夫とは「ネタにできる」関係を保っています
夫と私は生活のリズムが違い、もともと一緒にいる時間が少ないので、一緒にいるときは手をつないだり、起きたらぎゅっとハグしたりするのが普通。一緒にいる時間が少ないから喧嘩する時間もない(笑)。
でも、性的な要求は、もともと弱かったのですが、生理不順のあたりで私の側からはガクっと減りました。夫はニコニコしながら「じゃあほかでしてくるから!」と言うので、お腹をパンチするまねをして終わり。こういうことをネタにできる関係性でよかったなと思います。
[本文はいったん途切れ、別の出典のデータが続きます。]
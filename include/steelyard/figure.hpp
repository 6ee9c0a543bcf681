// Room "figure": a finished analysis turned into the numbers of a drawing. No bytes are made here.
#pragma once

#include <cstddef>
#include <optional>
#include <span>
#include <string>
#include <vector>

#include "steelyard/analysis.hpp"

namespace steelyard::figure {

// ---- scales ------------------------------------------------------------------------------------

/// A range of numbers along one direction of a figure.
struct Scale {
  double low = 0.0;
  double high = 1.0;  ///< low < high; both positive when logarithmic
  bool logarithmic = false;
  std::string title;

  /// Where a value lies: 0 at `low`, 1 at `high`, outside [0, 1] beyond them.
  [[nodiscard]] double at(double value) const;
  /// The value at a fraction of the way; the inverse of `at`.
  [[nodiscard]] double value_at(double fraction) const;
};

struct Tick {
  double value = 0.0;
  std::string text;  ///< with U+2212 as minus sign
};

/// Round tick values inside the scale, at most `at_most` (≥ 2) of them: multiples of 1, 2 or 5 times
/// a power of ten; on a logarithmic scale 1, 2, 5 times powers of ten, thinned to whole decades.
[[nodiscard]] std::vector<Tick> ticks(const Scale& scale, std::size_t at_most);

/// Decimals that show two figures or so of numbers that fill a range of this width.
[[nodiscard]] int decimals_for(double width);
/// A number with that many decimals, U+2212 as minus, never "−0"; beyond 1e7 as a power of ten.
[[nodiscard]] std::string number_text(double value, int decimals);

struct Point {
  double x = 0.0;
  double y = 0.0;
};
using Curve = std::vector<Point>;

/// A centre with its interval. What is absent has its reason.
struct Estimate {
  std::optional<double> centre, lower, upper;
  std::string reason;
};

/// What a figure says in words: its title and its finding, for titles, descriptions and captions.
struct Words {
  std::string title;
  std::string finding;
};

// ---- forest ------------------------------------------------------------------------------------

struct ForestStudy {
  std::size_t index = 0;  ///< into Analysis::studies
  std::string label;
  Curve likelihood;  ///< of the study alone against its effect, 1 at its highest point in the frame
  Estimate own;      ///< the study's effect after pooling
  double log_bf = 0.0;
  std::string mark;  ///< "", or what is unusual about the likelihood: "sign unknown", "bound only"
};

struct ForestPooled {
  std::string label;
  Curve density;  ///< posterior density, 1 at its highest point in the frame; empty when not known
  Estimate estimate;
  std::optional<double> log_bf;  ///< absent where there is no such Bayes factor
  std::string no_bf;             ///< the reason why, in a few words
};

struct Forest {
  Words words;
  Verdict verdict;
  Scale effect;
  Scale weight;  ///< decibans; symmetrical around 0
  std::vector<ForestStudy> studies;
  std::vector<ForestPooled> pooled;  ///< same effect, varying effects, averaged, new study
  double level = 0.95;
  int decimals = 2;
  std::size_t of = 0;              ///< number of studies in the analysis; more than shown: an excerpt
  std::vector<std::string> notes;  ///< sentences that must stand below: excerpt, cut bars, reasons
};

struct ForestOptions {
  std::size_t most_rows = 400;  ///< ≥ 1; beyond it the studies that carry most evidence, in file order
};

[[nodiscard]] Forest forest(const Analysis& analysis, const ForestOptions& options = {});

/// The name of the effect for axes: "standardized mean difference", or the metric as named.
[[nodiscard]] std::string effect_name(std::span<const Study> studies);
/// Effect of the study as printed figures show it: g, else d, else nothing (a bound has none).
[[nodiscard]] std::optional<double> printed_effect(const Study& study);

}  // namespace steelyard::figure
本当にそうなったら?うーん、夫も気の毒だなとは思いますが、実際にそうなったらふざけんなですけどね。
「イライラ」の種を持っていたことに自分で気づく
私の友人たちからは「イライラ」という症状の話は出ませんでしたが、周囲を見ていると、更年期ではじめて自分がもとからイライラしやすかったことに気づく人もいるのかも?と感じます。イライラしている自分が、更年期というフィルターを経てはじめて自覚できるというか。
怒ったり、悲しんだりしても、だいたいその先に起きることはこの程度か、というのがもうわかってしまう年齢ですよね、更年期の時期って。だから、なるべくおだやかに、起伏なく、周囲とうまく調和しながら暮らしていきたいなって思います。